His wife Irene is just as awesome as he is and he has 2 great kids that I am confident will grow up to be just as awesome as their parents. I have been over there when his mom and other family members came by for some of his wonderful cooking and was a little nervous. But I tell you what, his family is just as awesome and just makes you feel like you are at home lol the only bad thing about going to his place is I usually gain 5-10 lbs :lol:
Anyway, the reason I started this thread is because of his newest goal to fulfill someones dying wish to have the fish tank they couldn't have. While it saddens me to hear someone was given a couple weeks to make the best out of life....it really just warms my heart to see the generosity he and this community bring forth when someone is in need. The first time Anthony pulled this off, It was a huge success. Unfortunatly a awesome young mans life was taken away long before it should have been....RIP Jasper. There was not alot of time between finding out he couldn't be cured to the time he passed away. Im proud that Anthony and BCA was able to help fulfill Jaspers dream of having a s/w tank, before he was taken from us. Even if he didn't have much time to enjoy it, it was nice knowing how much he loved it while he was here.
http://www.bcaquaria.com/forum/mari...-jaspers-reef-now-up-running-pics-soon-39833/
http://www.bcaquaria.com/forum/tank...w-reef-tank-donated-biocube-14-g-build-44674/

I pray that by some small miracle Brians cancer disappears or atleast takes a very long vacation so he can enjoy the tank for many years. 
I often wonder how a person has the strength to go on after being given a limited time on earth. Im starting to realize having the right people/friends in your life is all that matters sometimes.
I just wanted to say Thank You Anthony for being the awesome person you are buddy!
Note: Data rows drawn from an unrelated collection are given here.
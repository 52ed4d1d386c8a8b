package treadwork.io.text;

import static org.junit.jupiter.api.Assertions.assertEquals;
import static org.junit.jupiter.api.Assertions.assertThrows;
import static org.junit.jupiter.api.Assertions.assertTrue;

import java.nio.charset.Charset;
import java.nio.charset.StandardCharsets;
import java.util.List;
import java.util.Optional;
import java.util.Random;
import org.junit.jupiter.api.Test;
import org.junit.jupiter.params.ParameterizedTest;
import org.junit.jupiter.params.provider.CsvSource;
import org.junit.jupiter.params.provider.ValueSource;
import treadwork.model.capture.Capture;
import treadwork.model.finding.Finding;
import treadwork.model.finding.UnusableInputException;
import treadwork.model.study.LabSettings;
import treadwork.model.study.TextSettings;

/** Small invented texts; every expected position is what stands in the text, in metres. */
class TextReaderTest {

    private static final String PLAIN = "time,A_x,A_y,A_z,Fz1\n0,1000.5,2,3,7\n0.01,1001.5,2,3,8\n0.02,0,0,0,9\n";

    @ParameterizedTest
    @CsvSource({"'\t',.", "'\t',','", ";,.", ";,','", "',',."})
    void everyDelimiterAndDecimalSignGiveTheSameCapture(char delimiter, char decimal) {
        String text = PLAIN.replace('.', '!').replace(',', delimiter).replace('!', decimal);

        Capture capture = read(text);

        assertPlain(capture);
    }

    @ParameterizedTest
    @ValueSource(strings = {"\r\n", "\r"})
    void lineEndsDoNotMatter(String end) {
        assertPlain(read(PLAIN.replace("\n", end)));
    }

    @ParameterizedTest
    @ValueSource(strings = {"UTF-8", "UTF-16LE", "UTF-16BE"})
    void aByteOrderMarkTellsTheEncoding(String charset) {
        byte[] bytes = ("\uFEFF" + PLAIN).getBytes(Charset.forName(charset));

        assertPlain(read(bytes, TextSettings.DEFAULT));
    }

    @Test
    void lettersThatAreNotUtf8AreLatin1() {
        String text = PLAIN.replace("A_", "Hüfte_");

        Capture capture = read(text.getBytes(StandardCharsets.ISO_8859_1), TextSettings.DEFAULT);

        assertEquals("Hüfte", capture.points().get(0).label());
    }

    @ParameterizedTest
    @ValueSource(
            strings = {
                "time,A.X,A.Y,A.Z,Fz1\n",
                "time,A x,A y,A z,Fz1\n",
                "time,A:X,A:Y,A:Z,Fz1\n",
                "time,Ax,Ay,Az,Fz1\n",
                "time,A,,,Fz1\n",
                "time,A,,,Fz1\n,x,y,z,\n",
                "time,\"A_x\",\"A_y\",\"A_z\",Fz1\n(s),(mm),(mm),(mm),(N)\n",
                "a remark\nrecorded by day\n\ntime,A,,,Fz1\n,x,y,z,\ns,mm,mm,mm,N\n"
            })
    void everyFormOfHeaderGivesTheSameCapture(String header) {
        assertPlain(read(header + PLAIN.substring(PLAIN.indexOf('\n') + 1)));
    }

    @ParameterizedTest
    @ValueSource(strings = {"", "NaN", "NA", "-"})
    void aMissingCellIsAGap(String missing) {
        Capture capture = read(PLAIN.replace("1001.5", missing));

        assertTrue(capture.points().get(0).positions().isGap(1));
    }

    @Test
    void roundedTimesGiveTheWholeRate() {
        StringBuilder text = new StringBuilder("time\tA_x\tA_y\tA_z\n");
        for (int i = 0; i < 251; i++) {
            text.append(Math.round(i * 1000 / 150.0) / 1000.0).append("\t1500\t2\t3\n");
        }

        Capture capture = read(text.toString());

        assertEquals(150, capture.pointRate());
    }

    @Test
    void aQuotedCellMayHoldTheDelimiter() {
        assertPlain(
                read(
                        "time,A_x,A_y,A_z,Fz1\n\"0\",\"1000,5\",\"2\",\"3\",\"7\"\n\"0,01\",\"1001,5\",2,3,8\n\"0,02\",0,0,0,9\n"));
    }

    @Test
    void lettersAfterManyNumbersTellTheEncodingToo() {
        StringBuilder text = new StringBuilder("time,A_x,A_y,A_z,Fz1\n");
        for (int i = 0; i < 10_000; i++) {
            text.append(i / 100.0).append(",1500,2,3,7\n");
        }
        byte[] bytes = text.append("100,1500,2,3,\u00e9").toString().getBytes(StandardCharsets.ISO_8859_1);

        UnusableInputException refused =
                assertThrows(UnusableInputException.class, () -> read(bytes, TextSettings.DEFAULT));

        assertTrue(
                refused.finding().line().contains("line 10002, column 5 \"Fz1\": \"\u00e9\""),
                refused.finding().line());
    }

    @Test
    void aStatedRateGoesBeforeACountOfRows() {
        String text = "rate: 120 Hz\nTime,A_x,A_y,A_z\n1,1500,2,3\n2,1500,2,3\n3,1500,2,3\n";

        assertEquals(120, read(text).pointRate());
    }

    /** A label that could be a moment's, at 100 mm from another marker, over 1 m. */
    @Test
    void aMarkerThatIsCarriedAlongIsNoChannelWhateverItsLabel() {
        Capture capture = read(walk("M1", 100, 0));

        assertEquals(
                List.of("A", "M1"),
                capture.points().stream().map(point -> point.label()).toList());
        assertEquals(0, capture.samplesPerFrame());
        assertTrue(codes(capture).contains("text-markers"));
    }

    @Test
    void aForceThatLooksLikeAPositionIsAChannel() {
        Capture capture = read(walk("F1", 0, 700));

        assertEquals(1, capture.points().size());
        assertEquals("F1_x", capture.analog().get(0).label());
        assertTrue(codes(capture).contains("text-channels"));
    }

    @Test
    void whereTheChannelsAreNamedEveryOtherTripleIsAMarker() {
        TextSettings settings = new TextSettings(Optional.empty(), Optional.empty(), List.of("A_x"));

        Capture capture = read(bytes(walk("F1", 0, 700)), settings);

        assertEquals("F1", capture.points().get(0).label());
    }

    @Test
    void ofAStandingCaptureEveryTripleIsAMarker() {
        Capture capture = TextReader.markers(TextFile.of("s.csv", bytes(walk("T1", 0, 0))), LabSettings.DEFAULT);

        assertEquals(2, capture.points().size());
        assertEquals(0, capture.analog().size());
    }

    /** A marker that goes 1 m, and three columns that keep an offset from it or pulse on their own, both in mm. */
    private static String walk(String label, double offset, double pulse) {
        StringBuilder text = new StringBuilder("time,A_x,A_y,A_z,L_x,L_y,L_z\n".replace("L", label));
        for (int i = 0; i < 101; i++) {
            double x = 500 + 10 * i;
            double own = pulse > 0 ? 20 : x + offset;
            text.append(i / 100.0 + "," + x + ",2,900," + own + ",30," + (880 - pulse * Math.sin(i / 32.0)) + "\n");
        }
        return text.toString();
    }

    @Test
    void namedChannelsStandInTheirOrder() {
        TextSettings settings = new TextSettings(Optional.empty(), Optional.empty(), List.of("b", "a"));

        Capture capture = read(bytes("time,A_x,A_y,A_z,a,b\n0,1500,2,3,10,20\n0.1,1500,2,3,11,21\n"), settings);

        assertEquals("b", capture.analog().get(0).label());
        assertEquals(21, capture.analog().get(0).values().at(1));
    }

    @Test
    void aPlateFileIsTrimmedToWholeFrames() {
        StringBuilder plates = new StringBuilder("time;Fz\n");
        for (int i = 0; i < 8; i++) {
            plates.append(i / 400.0).append(';').append(i).append('\n');
        }

        Capture capture = TextReader.read(
                TextFile.of("points.csv", bytes(PLAIN)),
                Optional.of(TextFile.of("plates.csv", bytes(plates.toString()))),
                lab(TextSettings.DEFAULT));

        assertEquals(2, capture.frames());
        assertEquals(4, capture.samplesPerFrame());
        assertEquals(7, capture.analog().get(0).values().at(7));
        assertTrue(codes(capture).contains("text-length"));
    }

    @ParameterizedTest
    @CsvSource(
            delimiter = '|',
            quoteCharacter = '`',
            value = {
                "text-empty | `` | bad.csv",
                "text-layout | `no numbers here` | first 200 lines",
                "text-ragged | `t,A_x,A_y,A_z#0,1,2,3#1,1,2` | line 3",
                "text-ragged | `t,A_x,A_y,A_z#0,1,2,3#1,1,2,3,4` | line 3",
                "text-cell | `t,A_x,A_y,A_z#0,1,2,3#1,1,two,3` | line 3, column 3 \"A_y\"",
                "text-cell | `t;A_x;A_y;A_z#0;1,5;2;3#1;1,5;2,5;3#2;1.5;2;3` | line 4, column 2",
                "text-time-uneven | `t,A_x,A_y,A_z#0,1,2,3#0.1,1,2,3#0.2,1,2,3#0.4,1,2,3` | line 5",
                "text-time-uneven | `t,A_x,A_y,A_z#0,1,2,3##0.1,1,2,3##0.2,1,2,3#0.4,1,2,3` | line 7",
                "text-ragged | `t,A_x,A_y,A_z#0,1,2,3##1,1,2` | line 4",
                "text-rate | `time,A_x,A_y,A_z#1,1,2,3#2,1,2,3#3,1,2,3` | only counts the rows",
                "text-rate | `A_x,A_y,A_z#1,2,3#1,2,3` | neither a time column",
                "text-column-twice | `t,A_x,A_x,A_z#0,1,2,3#1,1,2,3` | column 3",
                "text-markers | `t,a,b,c#0,1,2,3#0.1,1,2,3` | A_x",
                "text-header | `0,1,2,3#0.1,1,2,3` | line 1"
            })
    void badInputIsRefusedInOneLineThatSaysWhere(String code, String text, String words) {
        UnusableInputException refused =
                assertThrows(UnusableInputException.class, () -> read(text.replace('#', '\n')));

        assertEquals(code, refused.finding().code());
        assertTrue(refused.finding().line().contains(words), refused.finding().line());
    }

    @Test
    void aNulByteAndASpreadsheetAreRefused() {
        assertEquals("text-binary", refusal(bytes(PLAIN + "\0")));
        assertEquals("text-binary", refusal(bytes("PK\3\4rest")));
    }

    @Test
    void numbersAreRoundedAsTheJdkRoundsThem() {
        Random random = new Random(7);

        for (int i = 0; i < 200_000; i++) {
            double value = i % 2 == 0 ? random.nextGaussian() * 1000 : Double.longBitsToDouble(random.nextLong());
            if (Double.isFinite(value)) {
                String text =
                        i % 3 == 0 ? String.format(java.util.Locale.ROOT, "%.5f", random.nextGaussian()) : value + "";
                Numbers numbers = new Numbers(bytes(text), '.');

                assertEquals(Double.parseDouble(text), numbers.parse(0, text.length()), text);
                double plain = numbers.plain(0, text.length(), (byte) ',');
                assertEquals(numbers.next() < 0 ? Double.NaN : Double.parseDouble(text), plain, text);
            }
        }
    }

    @Test
    void damagedTextIsReadOrRefusedAndNeverElse() {
        Random random = new Random(11);
        String signs = "\t;,.\n\"0-exN \u00e9\r";

        for (int i = 0; i < 20_000; i++) {
            StringBuilder text = new StringBuilder(PLAIN);
            for (int edits = 1 + random.nextInt(6); edits > 0; edits--) {
                int at = random.nextInt(text.length());
                text.replace(at, at + random.nextInt(3), "" + signs.charAt(random.nextInt(signs.length())));
            }
            readOrRefused(text.toString());
        }
    }

    private static void readOrRefused(String text) {
        try {
            assertTrue(read(text).frames() > 0, text);
        } catch (UnusableInputException refused) {
            assertTrue(
                    refused.finding().line().lines().count() == 1,
                    refused.finding().line());
        }
    }

    private static void assertPlain(Capture capture) {
        assertEquals(1, capture.points().size());
        assertEquals("A", capture.points().get(0).label());
        assertEquals(100, capture.pointRate());
        assertEquals(1.0015, capture.points().get(0).positions().x(1), 1e-15);
        assertEquals(0.003, capture.points().get(0).positions().z(0), 1e-15);
        assertTrue(capture.points().get(0).positions().isGap(2));
        assertTrue(codes(capture).contains("marker-zero"));
        assertEquals("Fz1", capture.analog().get(0).label());
        assertEquals(9, capture.analog().get(0).values().at(2));
    }

    private static String refusal(byte[] bytes) {
        return assertThrows(UnusableInputException.class, () -> read(bytes, TextSettings.DEFAULT))
                .finding()
                .code();
    }

    private static List<String> codes(Capture capture) {
        return capture.findings().stream().map(Finding::code).toList();
    }

    private static byte[] bytes(String text) {
        return text.getBytes(StandardCharsets.UTF_8);
    }

    private static Capture read(String text) {
        return read(bytes(text), TextSettings.DEFAULT);
    }

    private static Capture read(byte[] bytes, TextSettings settings) {
        return TextReader.read(TextFile.of("bad.csv", bytes), Optional.empty(), lab(settings));
    }

    private static LabSettings lab(TextSettings settings) {
        return new LabSettings(Optional.empty(), Optional.empty(), Optional.empty(), settings, List.of());
    }
}
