package treadwork.io.text;

import static org.junit.jupiter.api.Assertions.assertEquals;
import static org.junit.jupiter.api.Assumptions.assumeTrue;

import java.nio.file.Files;
import java.nio.file.Path;
import java.util.Optional;
import org.junit.jupiter.api.Test;
import treadwork.model.capture.Capture;
import treadwork.model.study.LabSettings;

/** Open recordings that were published as text. */
class RecordedTextTest {

    @Test
    void aWalkOverSevenPlatesIsReadFromTwoFiles() {
        Capture capture = TextReader.read(
                TextFile.of(recording("walk2_markers.tsv")),
                Optional.of(TextFile.of(recording("walk2_forces.tsv"))),
                LabSettings.DEFAULT);

        // counts and rates as the recording's own description states them
        assertEquals(251, capture.frames());
        assertEquals(28, capture.points().size());
        assertEquals(150, capture.pointRate());
        assertEquals(450, capture.analogRate());
        assertEquals(49, capture.analog().size());
        assertEquals(777, peak(capture, "FY6"), 0.5);
        assertEquals(771, peak(capture, "FY5"), 0.5);
        assertEquals(775, peak(capture, "FY3"), 0.5);
    }

    @Test
    void aLegWithItsForcesIsReadFromOneFile() {
        Capture capture =
                TextReader.read(TextFile.of(recording("gait_one_leg_d.txt")), Optional.empty(), LabSettings.DEFAULT);

        assertEquals(159, capture.frames());
        assertEquals(150, capture.pointRate());
        assertEquals(10, capture.points().size());
        assertEquals(7, capture.analog().size());
        assertEquals(737, peak(capture, "Fy"), 0.5);
        // the file's first row
        assertEquals(0.77961652, capture.points().get(0).positions().y(0), 1e-12);
    }

    private static double peak(Capture capture, String label) {
        double peak = 0;
        for (double value : capture.analog().stream()
                .filter(channel -> channel.label().equals(label))
                .findFirst()
                .orElseThrow()
                .values()
                .toArray()) {
            peak = Math.max(peak, value);
        }
        return peak;
    }

    private static Path recording(String name) {
        Path folder = Path.of(System.getProperty("shared", "../shared"), "data", "walk-text-b");
        assumeTrue(Files.isDirectory(folder), "the shared recordings are not here: " + folder);
        return folder.resolve(name);
    }
}
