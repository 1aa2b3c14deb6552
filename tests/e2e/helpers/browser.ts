import type { Browser, BrowserContextOptions, Page } from 'playwright-core';
import { afterAll, afterEach, beforeAll, expect, inject } from 'vitest';
import { launchBrowser } from './launch-browser.ts';
import { keepFailure, wide } from './pictures.ts';

/** What a page said that it should not have: uncaught errors, and errors of the console that are no refusal of the API. */
const complaints: string[] = [];

function listen(page: Page): void {
  page.on('pageerror', (error) => complaints.push(`${page.url()}: ${error.message}`));
  page.on('console', (message) => {
    // Chromium reports each answer of 400 and above as an error of its own; refusals are part of the tests.
    if (message.type() === 'error' && !message.text().startsWith('Failed to load resource')) {
      complaints.push(`${page.url()}: ${message.text()}`);
    }
  });
}

/** One browser for a file, and people in it who share nothing with each other. */
export function useBrowser() {
  let browser: Browser;
  beforeAll(async () => {
    browser = await launchBrowser();
  });
  afterEach(async ({ task }) => {
    if (task.result?.state !== 'fail') return;
    const pages = browser.contexts().flatMap((context) => context.pages());
    for (const [index, page] of pages.entries()) await keepFailure(page, `${task.name} ${index + 1}`);
  });
  afterAll(async () => {
    await browser.close();
    expect(complaints, 'what the pages complained about').toEqual([]);
  });
  return {
    async newVisitor(options: BrowserContextOptions = {}): Promise<Page> {
      const context = await browser.newContext({
        baseURL: inject('baseUrl'),
        viewport: wide,
        locale: 'en-US',
        timezoneId: 'Europe/Lisbon',
        ...options,
      });
      context.setDefaultTimeout(20_000);
      context.on('page', listen);
      return context.newPage();
    },
  };
}
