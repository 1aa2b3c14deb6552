import { readdirSync, readFileSync } from 'node:fs';
import path from 'node:path';
import { describe, expect, it } from 'vitest';

const root = path.resolve(import.meta.dirname, '..');
const read = (file: string) => readFileSync(path.join(root, file), 'utf8');

/** First cells of the table under a heading of DEVELOPERS.md. */
function namesIn(heading: string): string[] {
  const part = read('DEVELOPERS.md').split(`\n## ${heading}\n`)[1]?.split('\n## ')[0] ?? '';
  const rows = part.split('\n').filter((row) => row.startsWith('| '));
  return rows.slice(2).map((row) => row.split('|')[1]?.trim() ?? '');
}

/** What the files of a folder declare under `pattern`, one name a file at most. */
function declared(folder: string, pattern: RegExp): string[] {
  return readdirSync(path.join(root, folder))
    .filter((file) => file.endsWith('.ts'))
    .flatMap((file) => read(path.join(folder, file)).match(pattern)?.[1] ?? []);
}

describe('DEVELOPERS.md', () => {
  it('lists every job', () => {
    const jobs = declared('jobs', /defineJob\(\{\s*name: '([a-z-]+)'/);
    expect(jobs.length).toBeGreaterThan(5);
    expect(namesIn('Jobs').sort()).toEqual(jobs.sort());
  });

  it('lists every mail', () => {
    const mails = readdirSync(path.join(root, 'server/emails'))
      .filter((file) => read(path.join('server/emails', file)).includes('= defineMail('))
      .map((file) => path.basename(file, '.ts'));
    expect(mails.length).toBeGreaterThan(5);
    expect(namesIn('Mails').sort()).toEqual(mails.sort());
  });
});

describe('README.md', () => {
  it('names only commands that there are', () => {
    const { scripts } = JSON.parse(read('package.json')) as { scripts: Record<string, string> };
    const named = [...read('README.md').matchAll(/npm run ([a-z:-]+)/g)].map((match) => match[1] ?? '');
    expect(named).toEqual(expect.arrayContaining(['make-staff', 'picture']));
    expect(named.filter((name) => !(name in scripts))).toEqual([]);
  });
});
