import type { DraftCertificate } from '#shared/schemas/lots.ts';
import { useReader } from '../../../lib/reader-context.ts';
import { massBeside } from '../../../components/lot-form/figures-beside.ts';
import { useDraftForm } from '../../../components/lot-form/draft-form-context.ts';
import { Button } from '../../../components/ui/button.tsx';
import { CertificateFile } from './certificate-file.tsx';
import { ChoiceField } from '../../../components/lot-form/choice-field.tsx';
import { FormSection } from '../../../components/lot-form/form-section.tsx';
import { LaboratoryFields } from './laboratory-fields.tsx';
import { QuantityField } from '../../../components/lot-form/quantity-field.tsx';
import { ReportResults } from './report-results.tsx';
import { TextField } from '../../../components/lot-form/text-field.tsx';
import { massUnits } from '../../../components/lot-form/unit-options.ts';

const samplings = [
  { value: 'laboratory', label: 'The laboratory sampled the piece' },
  { value: 'whole_piece', label: 'The laboratory examined the whole piece' },
  { value: 'customer', label: 'A sample was sent in by the customer' },
  { value: 'not_stated', label: 'The report does not say' },
];

/** The document and what stands on it, typed apart from the lot, so that the desk can compare the two. */
export function CertificateSection() {
  const { draft, change } = useDraftForm();
  const report = draft.certificate;
  const put = (part: Partial<DraftCertificate>) =>
    change((before) => ({ ...before, certificate: { ...before.certificate, ...part } }));
  return (
    <FormSection
      id="section-certificate"
      title="Certificate"
      sub="The desk compares these fields with the document and with the lot. The document itself goes to the desk only and, once the deal is funded, to the buyer."
    >
      <CertificateFile />
      <LaboratoryFields report={report} onChange={put} />
      <div className="grid grid-cols-1 items-start gap-x-5 gap-y-6 sm:grid-cols-3">
        <TextField pointer="/certificate/issuedOn" label="Issued on" type="date" />
        <TextField pointer="/certificate/receivedOn" label="Piece received on" type="date" optional />
        <TextField pointer="/certificate/testedOn" label="Tested on" type="date" optional />
      </div>
      <ChoiceField
        pointer="/certificate/sampling"
        label="Who took the sample"
        blank="Choose what the report says"
        options={samplings}
        value={report.sampling}
        onChange={(sampling) => put({ sampling })}
        beside={
          (report.sampling === 'customer' || report.sampling === 'not_stated') &&
          'Such a report speaks of the sample, not of the piece: the lot can be examined, not certified.'
        }
      />
      <PieceFields report={report} onChange={put} />
      <TextField pointer="/certificate/authorisedBy" label="Authorised by" optional maxLength={120} />
      <ReportResults report={report} onChange={(results) => put({ results })} />
    </FormSection>
  );
}

type PieceFieldsProps = { report: DraftCertificate; onChange: (part: Partial<DraftCertificate>) => void };

/** How the report tells which piece it is about: by mass, by mark, or by both. */
function PieceFields({ report, onChange }: PieceFieldsProps) {
  const { draft } = useDraftForm();
  const { weightUnit } = useReader();
  return (
    <>
      <TextField
        pointer="/certificate/itemDescription"
        label="The piece, in the report’s words"
        optional
        maxLength={200}
      />
      <div className="grid grid-cols-1 items-start gap-x-5 gap-y-6 sm:grid-cols-2">
        <div>
          <QuantityField
            pointer="/certificate/itemMass"
            label="Mass on the report"
            hint="Mass or mark must be there: they tie the report to this piece."
            unitLabel="Unit of the mass on the report"
            units={massUnits}
            value={report.itemMass}
            beside={massBeside(report.itemMass, weightUnit)}
            onChange={(itemMass) => onChange({ itemMass })}
          />
          <Button
            look="quiet"
            className="-ml-2"
            disabled={draft.gross.value === ''}
            onClick={() => onChange({ itemMass: draft.gross })}
          >
            Same mass as the lot
          </Button>
        </div>
        <TextField
          pointer="/certificate/itemMark"
          label="Mark on the report"
          hint="Stamped, engraved or written on the seal."
          maxLength={120}
        />
      </div>
    </>
  );
}
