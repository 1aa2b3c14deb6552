import type { Locator, Page } from 'playwright-core';
import { expect } from 'vitest';

type Stop = { name: string; isVisible: boolean; isInView: boolean };

/** What has the focus now, and whether an eye finds it: an outline or a ring of its own, or of the label around it. */
function lookAtFocus(): Stop {
  const element = document.activeElement;
  if (!element || element === document.body) return { name: 'the page', isVisible: true, isInView: true };
  const hasOutline = (one: Element) => {
    const style = getComputedStyle(one);
    return style.outlineStyle !== 'none' && Number.parseFloat(style.outlineWidth) >= 2;
  };
  const around = element.closest('label');
  const { top, bottom, left, right } = element.getBoundingClientRect();
  const words = element.getAttribute('aria-label') ?? element.textContent?.trim().slice(0, 60);
  return {
    name: `${element.tagName.toLowerCase()}#${element.id} ${words ?? ''}`,
    isVisible: hasOutline(element) || (around !== null && hasOutline(around)),
    isInView: bottom > 0 && right > 0 && top < innerHeight && left < innerWidth,
  };
}

/** Presses Tab until the control has the focus. Each stop on the way must be seen, and none may hold the focus back. */
export async function tabTo(page: Page, target: Locator, stopsMax = 60): Promise<void> {
  const stops: string[] = [];
  for (let stop = 0; stop < stopsMax; stop += 1) {
    await page.keyboard.press('Tab');
    const seen = await page.evaluate(lookAtFocus);
    expect(seen, `the focus at stop ${stop + 1} of ${page.url()}`).toMatchObject({
      isVisible: true,
      isInView: true,
    });
    stops.push(seen.name);
    if (await target.evaluate((element) => element === document.activeElement)) return;
  }
  throw new Error(`Tab did not reach the control; it stopped at\n${stops.join('\n')}`);
}

/** Goes to a control with Tab and types into it. */
export async function typeInto(page: Page, target: Locator, text: string): Promise<void> {
  await tabTo(page, target);
  await page.keyboard.type(text);
}
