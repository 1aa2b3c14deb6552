import { readFileSync } from 'node:fs';
import type { Page } from 'playwright-core';
import { expect, inject } from 'vitest';

/** The password that all accounts of the demo share in this data folder. */
export function demoPassword(): string {
  const { password } = JSON.parse(readFileSync(inject('demoAccountsFile'), 'utf8')) as { password: string };
  return password;
}

/** Fills in the form of the page that is open and sends it. */
export async function fillSignIn(page: Page, who: string): Promise<void> {
  await page.getByRole('textbox', { name: 'E-mail' }).fill(`${who}@scruple.example`);
  await page.getByLabel('Password').fill(demoPassword());
  await page.getByRole('button', { name: 'Sign in' }).click();
}

/** Signs in on the page and goes on to `next`. */
export async function signIn(page: Page, who: string, next = '/'): Promise<void> {
  await page.goto(`/sign-in?next=${encodeURIComponent(next)}`);
  await fillSignIn(page, who);
  await page.waitForURL((url) => url.pathname + url.search === next);
}

export type Newcomer = { email: string; password: string; name: string; region: string };

/** Makes an account by the form; the browser is signed in afterwards. */
export async function signUp(page: Page, { email, password, name, region }: Newcomer): Promise<void> {
  await page.goto('/');
  await page.getByRole('link', { name: 'Sign in' }).first().click();
  await page.getByRole('link', { name: 'Sign up' }).click();
  // The page before has fields of the same names.
  await page.getByRole('heading', { name: 'Sign up', level: 1 }).waitFor();
  await page.getByRole('textbox', { name: 'E-mail' }).fill(email);
  await page.getByLabel('Password').fill(password);
  await page.getByRole('textbox', { name: 'Name' }).fill(name);
  await page.getByRole('textbox', { name: 'Region' }).fill(region);
  await page.getByRole('checkbox', { name: 'I am 18 or older' }).check();
  await page.getByRole('button', { name: 'Make the account' }).click();
  await page.waitForURL((url) => url.pathname === '/');
}

/** Opens payouts on the provider's own page and comes back with its word. */
export async function openPayouts(page: Page, name: string): Promise<void> {
  await page.goto('/account');
  await page.getByRole('button', { name: 'Open payouts at the provider' }).click();
  await page.getByRole('heading', { name: 'Where your payouts go' }).waitFor();
  expect(page.url()).toContain(inject('paymentsUrl'));
  await page.getByLabel('Your name').fill(name);
  await page.getByRole('button', { name: 'Save and return' }).click();
  await page.getByText('The provider says: payouts are open').waitFor();
}
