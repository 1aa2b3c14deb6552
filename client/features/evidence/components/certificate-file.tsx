import { useEffect, useRef, useState } from 'react';
import { DOCUMENT_BYTES_MAX } from '#shared/limits.ts';
import { Field } from '../../../components/ui/field.tsx';
import { Progress } from '../../../components/ui/progress.tsx';
import { uploadCertificate } from '../api/upload-certificate.ts';
import { fieldIdOf } from '../../../components/lot-form/field-ids.ts';
import { useDraftForm } from '../../../components/lot-form/draft-form-context.ts';
import { DropArea } from '../../../components/lot-form/drop-area.tsx';

const TOO_LARGE = `The document is too large: at most ${DOCUMENT_BYTES_MAX / (1024 * 1024)} MB.`;
const pointer = '/certificate/fileId';

/** Sends the document at once; the one that is there stays until the new one has arrived. */
function useCertificateUpload() {
  const { code, change } = useDraftForm();
  const [sending, setSending] = useState<{ name: string; share: number } | null>(null);
  const [refusal, setRefusal] = useState<string | null>(null);
  const stop = useRef<AbortController | null>(null);
  useEffect(() => () => stop.current?.abort(), []);
  const take = async (file: File) => {
    setRefusal(null);
    if (file.size > DOCUMENT_BYTES_MAX) return setRefusal(`${file.name}: ${TOO_LARGE}`);
    const controller = new AbortController();
    stop.current = controller;
    setSending({ name: file.name, share: 0 });
    try {
      const { fileId, fileName } = await uploadCertificate(code, file, {
        signal: controller.signal,
        onProgress: (share) => setSending({ name: file.name, share }),
      });
      change((before) => ({ ...before, certificate: { ...before.certificate, fileId, fileName } }));
    } catch (error) {
      if (controller.signal.aborted) return;
      setRefusal(`${file.name}: ${error instanceof Error ? error.message : 'the document was not taken.'}`);
    }
    setSending(null);
  };
  return { sending, refusal, take };
}

export function CertificateFile() {
  const { draft, errorAt } = useDraftForm();
  const { sending, refusal, take } = useCertificateUpload();
  const { fileId, fileName } = draft.certificate;
  return (
    <Field id={fieldIdOf(pointer)} label="Document" error={refusal ?? errorAt(pointer)}>
      {(ties) => (
        <>
          <DropArea
            ties={ties}
            label="Certificate document"
            buttonText={fileId === null ? 'Choose the document' : 'Put another in its place'}
            accept="application/pdf,image/jpeg,image/png"
            disabled={sending !== null}
            onFiles={([file]) => file && void take(file)}
          >
            {fileId === null ? (
              'Or drop it here. PDF, JPEG or PNG; 10 MB at most.'
            ) : (
              <>
                <span className="font-medium text-ink">{fileName}</span> is here.
              </>
            )}
          </DropArea>
          {sending && <Progress label={sending.name} share={sending.share} />}
        </>
      )}
    </Field>
  );
}
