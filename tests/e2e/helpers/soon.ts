import { expect } from 'vitest';

/** What the page is going to show, asked for until it does; a busy machine takes its time. */
export function soon<T>(read: () => Promise<T>, timeout = 20_000) {
  return expect.poll(read, { timeout, interval: 100 });
}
If the time ever comes I need a bucket list, I can honestly say ....having a true friend like you in my lifetime was as good as any material thing one could hope for....although a day with Kate Upton or Shakira would be nice too if you could pull that off  lol If you ever need any help or anything at all my friend....you got the number 

Thanks for reading and let Get Brian a tank together real quick:

http://www.bcaquaria.com/forum/fres...new-b-l-tank-african-cichlid-cube-tank-91529/

http://www.bcaquaria.com/forum/fres...fieds-25/lf-colourful-african-cichlids-91537/


----------



## 1000 G Godlfish Tank (Aug 5, 2013)

x2 ! He helped me a ton when I started into saltwater !


----------



## SeaHorse_Fanatic (Apr 22, 2010)

Wow, how did I miss this thread? Thanks for the kind words John.  Sadly, Brian got some really bad news from his doctor before we could finalize plans on his B.L. tank and that has been placed on hold. His cancer has spread and we are praying for him to recover once more. Irene visited him last Friday and we hope to bring the girls to see him in the next few days. Again, thanks for your words and for the BCA family's willingness to jump onto these projects when possible. It really helps renew my faith in the human race.

Anthony


----------



## crimper (Oct 20, 2010)

Diztrbd1 said:


> I just wanted to take a moment to say thank you to Anthony! I know alot of people have not gotten the opportunity to meet him, but I'm sure those who have ...will agree with me when I say he is just one great guy!
> He is one of the most generous, helpful and thoughtful human beings I have met in my life.
> I didn't get to know him until I became a mod here and he is now one of the best friends I have!
> He has helped me out numerous times and I simply cannot express how much I appreciate the things he has done for me in the past. I feel blessed to call him a friend.
> ...


+1 on this.

Anthony is the most generous and genuine person that I met here at BCA. He helps everyone unconditionally, a true asset of BCA. He always have a soft spot for people who needs a hand.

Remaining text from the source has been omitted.